> **What to do**: Filter the records down to the lines that hold the word "sectionHtml", and copy each of those lines.

(Records for this task Opens)

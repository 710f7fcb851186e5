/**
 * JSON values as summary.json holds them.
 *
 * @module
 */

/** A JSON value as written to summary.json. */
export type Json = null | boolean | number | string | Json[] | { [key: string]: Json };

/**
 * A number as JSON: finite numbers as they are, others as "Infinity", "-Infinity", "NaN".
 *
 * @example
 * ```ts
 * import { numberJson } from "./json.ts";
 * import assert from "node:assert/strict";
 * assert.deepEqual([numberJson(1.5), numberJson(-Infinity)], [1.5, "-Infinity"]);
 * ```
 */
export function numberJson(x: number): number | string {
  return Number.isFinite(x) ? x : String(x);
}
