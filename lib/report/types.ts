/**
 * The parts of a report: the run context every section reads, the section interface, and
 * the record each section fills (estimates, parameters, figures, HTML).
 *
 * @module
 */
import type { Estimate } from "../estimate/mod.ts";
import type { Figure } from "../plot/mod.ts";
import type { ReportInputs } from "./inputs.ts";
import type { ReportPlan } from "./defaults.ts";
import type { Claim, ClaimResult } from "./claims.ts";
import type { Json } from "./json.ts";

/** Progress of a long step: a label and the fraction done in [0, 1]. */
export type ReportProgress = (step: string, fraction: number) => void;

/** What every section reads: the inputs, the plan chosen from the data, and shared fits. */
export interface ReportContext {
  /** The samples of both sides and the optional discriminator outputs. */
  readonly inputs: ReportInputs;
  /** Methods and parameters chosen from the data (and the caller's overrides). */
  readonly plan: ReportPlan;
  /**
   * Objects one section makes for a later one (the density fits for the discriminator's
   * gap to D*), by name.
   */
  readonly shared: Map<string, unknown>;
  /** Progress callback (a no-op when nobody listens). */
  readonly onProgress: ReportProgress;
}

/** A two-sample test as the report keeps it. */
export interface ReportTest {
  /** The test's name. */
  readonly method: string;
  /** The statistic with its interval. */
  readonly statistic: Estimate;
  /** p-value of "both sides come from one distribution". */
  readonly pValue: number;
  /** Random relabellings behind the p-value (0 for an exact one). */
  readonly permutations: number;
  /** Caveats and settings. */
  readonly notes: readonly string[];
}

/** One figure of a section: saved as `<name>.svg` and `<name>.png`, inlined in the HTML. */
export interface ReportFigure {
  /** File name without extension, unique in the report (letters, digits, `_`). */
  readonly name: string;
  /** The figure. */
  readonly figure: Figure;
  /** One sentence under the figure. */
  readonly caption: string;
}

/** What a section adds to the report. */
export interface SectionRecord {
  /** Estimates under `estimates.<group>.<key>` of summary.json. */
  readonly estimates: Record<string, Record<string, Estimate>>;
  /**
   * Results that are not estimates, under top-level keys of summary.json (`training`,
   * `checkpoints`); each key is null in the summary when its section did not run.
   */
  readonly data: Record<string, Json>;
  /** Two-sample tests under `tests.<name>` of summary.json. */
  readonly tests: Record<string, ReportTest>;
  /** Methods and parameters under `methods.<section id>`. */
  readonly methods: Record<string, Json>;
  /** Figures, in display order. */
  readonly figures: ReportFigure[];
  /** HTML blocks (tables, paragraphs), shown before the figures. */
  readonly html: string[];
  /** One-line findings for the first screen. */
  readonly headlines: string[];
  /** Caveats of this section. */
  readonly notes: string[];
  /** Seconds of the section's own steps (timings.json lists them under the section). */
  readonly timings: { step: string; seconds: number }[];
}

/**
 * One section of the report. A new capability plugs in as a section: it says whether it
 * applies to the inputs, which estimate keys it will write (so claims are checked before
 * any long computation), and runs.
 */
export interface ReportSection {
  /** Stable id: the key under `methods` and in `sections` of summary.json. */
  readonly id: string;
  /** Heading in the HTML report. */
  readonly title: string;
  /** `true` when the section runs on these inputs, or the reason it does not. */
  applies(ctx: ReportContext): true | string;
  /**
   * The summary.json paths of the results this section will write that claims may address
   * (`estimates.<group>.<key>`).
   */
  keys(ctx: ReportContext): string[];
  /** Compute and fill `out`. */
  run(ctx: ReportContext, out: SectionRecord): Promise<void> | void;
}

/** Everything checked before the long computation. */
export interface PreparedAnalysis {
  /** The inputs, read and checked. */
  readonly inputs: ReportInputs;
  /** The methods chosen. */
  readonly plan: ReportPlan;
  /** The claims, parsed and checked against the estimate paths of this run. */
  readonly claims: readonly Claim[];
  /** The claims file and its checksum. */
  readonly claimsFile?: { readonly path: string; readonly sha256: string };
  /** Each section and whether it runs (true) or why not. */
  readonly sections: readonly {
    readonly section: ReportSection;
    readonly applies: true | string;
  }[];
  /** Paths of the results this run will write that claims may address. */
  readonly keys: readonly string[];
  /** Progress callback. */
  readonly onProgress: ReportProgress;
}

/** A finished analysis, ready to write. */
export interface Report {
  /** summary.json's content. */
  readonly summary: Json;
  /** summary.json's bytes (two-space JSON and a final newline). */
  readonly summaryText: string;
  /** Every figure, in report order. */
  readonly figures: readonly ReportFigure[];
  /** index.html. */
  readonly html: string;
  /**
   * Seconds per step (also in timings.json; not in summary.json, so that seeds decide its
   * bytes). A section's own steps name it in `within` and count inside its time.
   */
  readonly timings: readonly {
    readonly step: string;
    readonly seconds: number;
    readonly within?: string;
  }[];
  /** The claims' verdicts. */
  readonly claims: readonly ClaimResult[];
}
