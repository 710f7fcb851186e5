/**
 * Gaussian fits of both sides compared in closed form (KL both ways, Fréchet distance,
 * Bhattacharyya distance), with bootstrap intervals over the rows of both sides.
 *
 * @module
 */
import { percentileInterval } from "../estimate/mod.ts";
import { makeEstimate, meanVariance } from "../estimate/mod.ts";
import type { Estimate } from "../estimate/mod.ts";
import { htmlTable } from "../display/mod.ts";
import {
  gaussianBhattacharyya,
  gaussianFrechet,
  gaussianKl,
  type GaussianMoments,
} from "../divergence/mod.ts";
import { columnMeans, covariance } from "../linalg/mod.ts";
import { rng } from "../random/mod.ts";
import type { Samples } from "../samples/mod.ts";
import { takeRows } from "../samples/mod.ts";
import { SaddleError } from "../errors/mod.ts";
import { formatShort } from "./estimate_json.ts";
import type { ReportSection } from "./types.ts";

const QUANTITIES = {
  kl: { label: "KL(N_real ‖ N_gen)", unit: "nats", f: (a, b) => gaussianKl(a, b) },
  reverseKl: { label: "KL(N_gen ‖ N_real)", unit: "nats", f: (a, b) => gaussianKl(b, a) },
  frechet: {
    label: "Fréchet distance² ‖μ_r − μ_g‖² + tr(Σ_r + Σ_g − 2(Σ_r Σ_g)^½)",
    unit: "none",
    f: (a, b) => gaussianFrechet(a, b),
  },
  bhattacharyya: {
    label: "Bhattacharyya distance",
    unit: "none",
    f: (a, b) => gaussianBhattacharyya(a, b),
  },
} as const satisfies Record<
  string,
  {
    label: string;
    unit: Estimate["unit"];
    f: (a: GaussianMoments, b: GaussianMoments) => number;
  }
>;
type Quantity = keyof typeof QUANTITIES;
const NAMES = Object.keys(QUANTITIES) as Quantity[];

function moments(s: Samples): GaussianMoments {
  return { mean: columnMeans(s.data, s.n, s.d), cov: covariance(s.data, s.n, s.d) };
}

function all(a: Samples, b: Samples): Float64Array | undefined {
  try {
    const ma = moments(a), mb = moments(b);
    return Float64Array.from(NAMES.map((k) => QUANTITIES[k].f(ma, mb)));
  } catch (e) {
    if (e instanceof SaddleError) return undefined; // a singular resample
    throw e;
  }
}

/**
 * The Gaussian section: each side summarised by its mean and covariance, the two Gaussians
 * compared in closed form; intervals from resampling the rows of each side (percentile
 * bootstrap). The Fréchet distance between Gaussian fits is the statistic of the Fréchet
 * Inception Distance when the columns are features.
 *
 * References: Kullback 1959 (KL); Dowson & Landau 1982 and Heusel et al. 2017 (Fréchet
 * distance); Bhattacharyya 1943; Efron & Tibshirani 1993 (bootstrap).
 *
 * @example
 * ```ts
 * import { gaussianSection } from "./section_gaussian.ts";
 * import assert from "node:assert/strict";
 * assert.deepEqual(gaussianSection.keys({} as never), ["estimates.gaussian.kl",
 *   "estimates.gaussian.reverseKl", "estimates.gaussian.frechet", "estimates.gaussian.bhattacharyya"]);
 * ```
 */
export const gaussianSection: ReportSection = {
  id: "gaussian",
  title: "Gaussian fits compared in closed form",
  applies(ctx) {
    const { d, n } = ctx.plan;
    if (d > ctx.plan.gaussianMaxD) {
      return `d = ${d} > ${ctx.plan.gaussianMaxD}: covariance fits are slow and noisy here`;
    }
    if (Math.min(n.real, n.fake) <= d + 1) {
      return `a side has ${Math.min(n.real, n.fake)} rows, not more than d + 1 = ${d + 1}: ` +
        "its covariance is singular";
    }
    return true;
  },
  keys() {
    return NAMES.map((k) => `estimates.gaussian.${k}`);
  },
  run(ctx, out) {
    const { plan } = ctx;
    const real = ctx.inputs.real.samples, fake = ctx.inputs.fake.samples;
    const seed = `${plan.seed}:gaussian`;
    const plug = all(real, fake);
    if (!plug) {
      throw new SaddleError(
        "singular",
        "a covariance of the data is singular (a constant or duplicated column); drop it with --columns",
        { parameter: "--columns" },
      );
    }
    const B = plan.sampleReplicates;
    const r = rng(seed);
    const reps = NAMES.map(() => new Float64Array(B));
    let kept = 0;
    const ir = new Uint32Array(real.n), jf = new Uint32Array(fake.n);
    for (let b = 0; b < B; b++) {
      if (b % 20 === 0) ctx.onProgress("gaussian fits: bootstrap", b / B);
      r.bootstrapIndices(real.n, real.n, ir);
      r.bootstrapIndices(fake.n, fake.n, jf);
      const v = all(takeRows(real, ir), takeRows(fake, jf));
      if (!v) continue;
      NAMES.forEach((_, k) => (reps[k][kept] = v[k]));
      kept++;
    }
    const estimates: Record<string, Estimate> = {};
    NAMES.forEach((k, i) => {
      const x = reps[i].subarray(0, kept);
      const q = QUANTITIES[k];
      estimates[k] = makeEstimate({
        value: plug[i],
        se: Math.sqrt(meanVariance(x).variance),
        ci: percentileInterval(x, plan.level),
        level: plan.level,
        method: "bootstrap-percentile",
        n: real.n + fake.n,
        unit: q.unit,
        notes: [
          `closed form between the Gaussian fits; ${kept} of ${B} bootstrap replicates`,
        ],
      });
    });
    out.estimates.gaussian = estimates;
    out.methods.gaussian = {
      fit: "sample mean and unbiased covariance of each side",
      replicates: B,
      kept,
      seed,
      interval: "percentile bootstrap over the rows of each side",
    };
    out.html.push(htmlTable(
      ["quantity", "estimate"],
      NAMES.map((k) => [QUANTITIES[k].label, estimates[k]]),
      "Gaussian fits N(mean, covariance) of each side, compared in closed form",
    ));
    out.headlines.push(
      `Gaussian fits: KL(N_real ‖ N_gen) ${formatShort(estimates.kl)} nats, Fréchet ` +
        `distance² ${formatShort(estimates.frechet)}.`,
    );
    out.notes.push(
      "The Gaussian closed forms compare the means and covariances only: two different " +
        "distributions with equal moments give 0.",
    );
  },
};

(Records for this task Closes)
(Records for this task Opens)

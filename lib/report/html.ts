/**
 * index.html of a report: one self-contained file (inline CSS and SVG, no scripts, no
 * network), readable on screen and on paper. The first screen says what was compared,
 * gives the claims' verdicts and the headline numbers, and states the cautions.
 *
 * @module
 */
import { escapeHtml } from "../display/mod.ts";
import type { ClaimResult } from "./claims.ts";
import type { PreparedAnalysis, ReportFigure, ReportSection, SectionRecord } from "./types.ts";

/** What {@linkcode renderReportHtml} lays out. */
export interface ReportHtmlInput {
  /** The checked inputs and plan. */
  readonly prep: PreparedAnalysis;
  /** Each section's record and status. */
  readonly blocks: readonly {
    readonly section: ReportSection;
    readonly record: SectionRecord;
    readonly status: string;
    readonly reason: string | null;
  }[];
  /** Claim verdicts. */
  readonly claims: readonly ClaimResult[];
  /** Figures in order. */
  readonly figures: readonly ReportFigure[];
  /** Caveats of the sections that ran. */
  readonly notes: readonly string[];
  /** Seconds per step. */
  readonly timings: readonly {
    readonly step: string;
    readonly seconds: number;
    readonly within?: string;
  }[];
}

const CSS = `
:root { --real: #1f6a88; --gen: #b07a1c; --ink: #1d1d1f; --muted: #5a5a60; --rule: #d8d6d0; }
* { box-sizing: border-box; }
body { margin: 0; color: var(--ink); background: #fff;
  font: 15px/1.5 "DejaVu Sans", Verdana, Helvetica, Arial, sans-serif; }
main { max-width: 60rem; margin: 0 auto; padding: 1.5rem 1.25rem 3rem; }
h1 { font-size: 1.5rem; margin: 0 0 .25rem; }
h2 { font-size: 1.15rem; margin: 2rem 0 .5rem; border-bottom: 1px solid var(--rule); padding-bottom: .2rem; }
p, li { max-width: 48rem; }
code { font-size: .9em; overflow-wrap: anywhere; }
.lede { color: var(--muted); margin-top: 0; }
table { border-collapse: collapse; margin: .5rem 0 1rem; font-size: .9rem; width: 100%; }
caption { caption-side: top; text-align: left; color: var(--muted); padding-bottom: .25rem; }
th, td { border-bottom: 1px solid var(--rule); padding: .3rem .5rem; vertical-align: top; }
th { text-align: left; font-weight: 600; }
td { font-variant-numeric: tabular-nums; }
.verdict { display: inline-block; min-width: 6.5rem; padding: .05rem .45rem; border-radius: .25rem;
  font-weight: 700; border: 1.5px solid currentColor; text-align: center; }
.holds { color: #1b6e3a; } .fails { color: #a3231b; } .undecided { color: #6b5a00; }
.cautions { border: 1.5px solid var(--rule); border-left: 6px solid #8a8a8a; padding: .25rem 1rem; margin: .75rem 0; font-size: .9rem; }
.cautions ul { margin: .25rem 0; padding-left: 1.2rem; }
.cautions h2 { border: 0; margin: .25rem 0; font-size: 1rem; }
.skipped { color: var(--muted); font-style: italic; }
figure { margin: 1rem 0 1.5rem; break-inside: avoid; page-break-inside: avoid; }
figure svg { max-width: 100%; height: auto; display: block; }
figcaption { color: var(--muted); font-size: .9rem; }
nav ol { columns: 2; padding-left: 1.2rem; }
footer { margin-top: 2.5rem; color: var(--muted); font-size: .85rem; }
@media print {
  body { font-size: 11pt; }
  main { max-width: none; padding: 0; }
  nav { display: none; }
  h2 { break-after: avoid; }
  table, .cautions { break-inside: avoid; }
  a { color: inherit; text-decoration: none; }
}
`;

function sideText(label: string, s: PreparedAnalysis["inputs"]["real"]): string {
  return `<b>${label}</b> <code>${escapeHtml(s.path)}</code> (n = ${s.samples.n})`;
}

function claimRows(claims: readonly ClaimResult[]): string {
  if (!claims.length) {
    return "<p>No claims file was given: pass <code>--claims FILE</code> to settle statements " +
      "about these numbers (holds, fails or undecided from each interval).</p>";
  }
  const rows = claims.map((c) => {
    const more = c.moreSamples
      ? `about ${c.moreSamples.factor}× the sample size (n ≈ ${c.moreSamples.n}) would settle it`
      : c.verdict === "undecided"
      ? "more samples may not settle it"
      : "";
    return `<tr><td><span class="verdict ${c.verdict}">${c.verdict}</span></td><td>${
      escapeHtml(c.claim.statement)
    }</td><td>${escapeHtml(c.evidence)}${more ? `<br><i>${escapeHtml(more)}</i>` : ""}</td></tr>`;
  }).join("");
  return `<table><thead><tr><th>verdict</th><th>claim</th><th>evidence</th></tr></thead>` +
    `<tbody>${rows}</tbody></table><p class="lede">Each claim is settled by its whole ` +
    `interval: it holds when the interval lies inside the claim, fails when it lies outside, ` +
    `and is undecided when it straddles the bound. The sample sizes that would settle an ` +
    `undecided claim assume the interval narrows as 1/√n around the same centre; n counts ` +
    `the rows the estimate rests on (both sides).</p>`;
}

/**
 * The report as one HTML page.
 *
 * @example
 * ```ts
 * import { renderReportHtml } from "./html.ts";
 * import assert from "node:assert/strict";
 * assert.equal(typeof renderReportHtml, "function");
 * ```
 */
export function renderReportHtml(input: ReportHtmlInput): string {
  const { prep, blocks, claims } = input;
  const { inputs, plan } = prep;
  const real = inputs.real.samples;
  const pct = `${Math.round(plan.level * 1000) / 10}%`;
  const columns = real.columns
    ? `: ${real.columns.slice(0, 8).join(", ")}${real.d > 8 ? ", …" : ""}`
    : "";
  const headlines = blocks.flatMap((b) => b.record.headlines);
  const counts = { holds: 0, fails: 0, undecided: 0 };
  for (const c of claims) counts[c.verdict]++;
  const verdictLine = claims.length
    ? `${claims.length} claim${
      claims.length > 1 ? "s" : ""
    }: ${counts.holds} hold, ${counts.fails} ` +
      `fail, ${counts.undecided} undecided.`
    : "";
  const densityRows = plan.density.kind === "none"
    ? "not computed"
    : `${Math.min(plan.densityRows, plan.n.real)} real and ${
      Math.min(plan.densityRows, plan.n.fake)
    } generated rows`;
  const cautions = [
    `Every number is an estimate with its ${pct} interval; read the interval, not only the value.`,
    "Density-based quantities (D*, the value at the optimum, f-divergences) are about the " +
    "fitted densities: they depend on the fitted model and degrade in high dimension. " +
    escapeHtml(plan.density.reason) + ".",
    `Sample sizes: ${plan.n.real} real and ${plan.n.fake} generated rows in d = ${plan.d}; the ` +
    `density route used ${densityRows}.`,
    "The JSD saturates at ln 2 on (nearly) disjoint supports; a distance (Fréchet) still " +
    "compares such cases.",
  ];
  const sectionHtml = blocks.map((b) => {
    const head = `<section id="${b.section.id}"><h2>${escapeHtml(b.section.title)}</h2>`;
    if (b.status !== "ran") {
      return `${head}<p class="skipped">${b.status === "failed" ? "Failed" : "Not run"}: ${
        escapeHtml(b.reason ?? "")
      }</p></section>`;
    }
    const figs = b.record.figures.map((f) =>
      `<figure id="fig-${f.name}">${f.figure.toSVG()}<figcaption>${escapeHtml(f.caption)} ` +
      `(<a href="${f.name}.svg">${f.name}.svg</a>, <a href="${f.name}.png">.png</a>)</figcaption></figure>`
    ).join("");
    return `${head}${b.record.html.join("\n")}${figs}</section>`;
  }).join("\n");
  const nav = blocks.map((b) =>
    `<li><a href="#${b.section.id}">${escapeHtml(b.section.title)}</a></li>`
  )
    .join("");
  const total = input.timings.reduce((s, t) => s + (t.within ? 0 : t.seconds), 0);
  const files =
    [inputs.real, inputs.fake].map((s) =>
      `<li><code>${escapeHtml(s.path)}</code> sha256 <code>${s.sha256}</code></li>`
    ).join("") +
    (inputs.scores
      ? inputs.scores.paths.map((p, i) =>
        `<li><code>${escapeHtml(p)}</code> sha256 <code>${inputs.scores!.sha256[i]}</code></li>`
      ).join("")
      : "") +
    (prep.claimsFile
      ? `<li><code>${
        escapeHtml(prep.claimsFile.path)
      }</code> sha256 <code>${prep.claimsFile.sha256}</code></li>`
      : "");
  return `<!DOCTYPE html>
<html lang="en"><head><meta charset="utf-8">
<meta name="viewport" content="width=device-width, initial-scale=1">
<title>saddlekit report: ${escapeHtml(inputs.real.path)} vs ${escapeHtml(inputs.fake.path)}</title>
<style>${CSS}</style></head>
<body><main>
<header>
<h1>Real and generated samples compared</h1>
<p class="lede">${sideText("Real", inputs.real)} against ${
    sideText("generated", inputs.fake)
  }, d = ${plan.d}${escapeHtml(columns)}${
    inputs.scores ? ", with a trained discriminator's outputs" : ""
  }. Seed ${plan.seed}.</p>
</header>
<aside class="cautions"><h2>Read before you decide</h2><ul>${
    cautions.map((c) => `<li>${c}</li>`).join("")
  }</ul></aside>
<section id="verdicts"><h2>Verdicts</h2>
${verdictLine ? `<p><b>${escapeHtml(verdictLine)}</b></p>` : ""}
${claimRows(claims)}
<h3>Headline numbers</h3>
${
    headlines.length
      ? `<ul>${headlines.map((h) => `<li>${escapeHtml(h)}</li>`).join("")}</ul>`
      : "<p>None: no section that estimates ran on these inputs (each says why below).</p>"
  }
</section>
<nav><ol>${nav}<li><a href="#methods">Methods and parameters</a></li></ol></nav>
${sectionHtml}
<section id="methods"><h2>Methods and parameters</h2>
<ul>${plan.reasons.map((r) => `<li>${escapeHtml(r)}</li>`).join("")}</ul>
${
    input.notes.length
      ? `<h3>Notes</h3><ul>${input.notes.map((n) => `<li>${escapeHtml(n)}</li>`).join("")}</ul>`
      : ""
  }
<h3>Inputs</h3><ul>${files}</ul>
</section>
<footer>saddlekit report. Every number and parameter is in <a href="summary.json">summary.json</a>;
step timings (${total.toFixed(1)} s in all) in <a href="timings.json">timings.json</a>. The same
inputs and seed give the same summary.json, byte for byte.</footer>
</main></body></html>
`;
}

(Records for this task Closes)
(Records for this task Opens)

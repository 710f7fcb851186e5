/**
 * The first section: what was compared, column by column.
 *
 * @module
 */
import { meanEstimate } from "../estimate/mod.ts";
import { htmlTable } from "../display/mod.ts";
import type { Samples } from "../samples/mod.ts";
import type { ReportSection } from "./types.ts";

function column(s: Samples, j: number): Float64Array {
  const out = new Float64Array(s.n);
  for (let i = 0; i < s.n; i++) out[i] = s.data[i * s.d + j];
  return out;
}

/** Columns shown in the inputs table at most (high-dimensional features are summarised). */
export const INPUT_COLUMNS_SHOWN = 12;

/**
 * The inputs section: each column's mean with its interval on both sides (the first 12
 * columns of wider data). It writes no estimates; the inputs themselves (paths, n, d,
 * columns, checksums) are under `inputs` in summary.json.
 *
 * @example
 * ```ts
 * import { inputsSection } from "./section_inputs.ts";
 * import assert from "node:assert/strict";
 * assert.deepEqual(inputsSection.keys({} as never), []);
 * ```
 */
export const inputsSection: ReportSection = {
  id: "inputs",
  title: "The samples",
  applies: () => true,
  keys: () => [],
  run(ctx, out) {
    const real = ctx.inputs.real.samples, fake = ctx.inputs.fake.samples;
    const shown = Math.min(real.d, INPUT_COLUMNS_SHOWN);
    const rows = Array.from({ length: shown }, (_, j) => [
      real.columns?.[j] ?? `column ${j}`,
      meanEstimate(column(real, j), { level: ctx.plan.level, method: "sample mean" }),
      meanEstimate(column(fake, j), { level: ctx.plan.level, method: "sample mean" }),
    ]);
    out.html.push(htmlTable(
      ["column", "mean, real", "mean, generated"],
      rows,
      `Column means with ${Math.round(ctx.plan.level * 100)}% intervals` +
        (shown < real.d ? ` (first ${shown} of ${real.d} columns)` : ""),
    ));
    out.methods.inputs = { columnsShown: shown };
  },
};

(Records for this task Closes)

> **Solved problem**:
  const sectionHtml = blocks.map((b) => {
${sectionHtml}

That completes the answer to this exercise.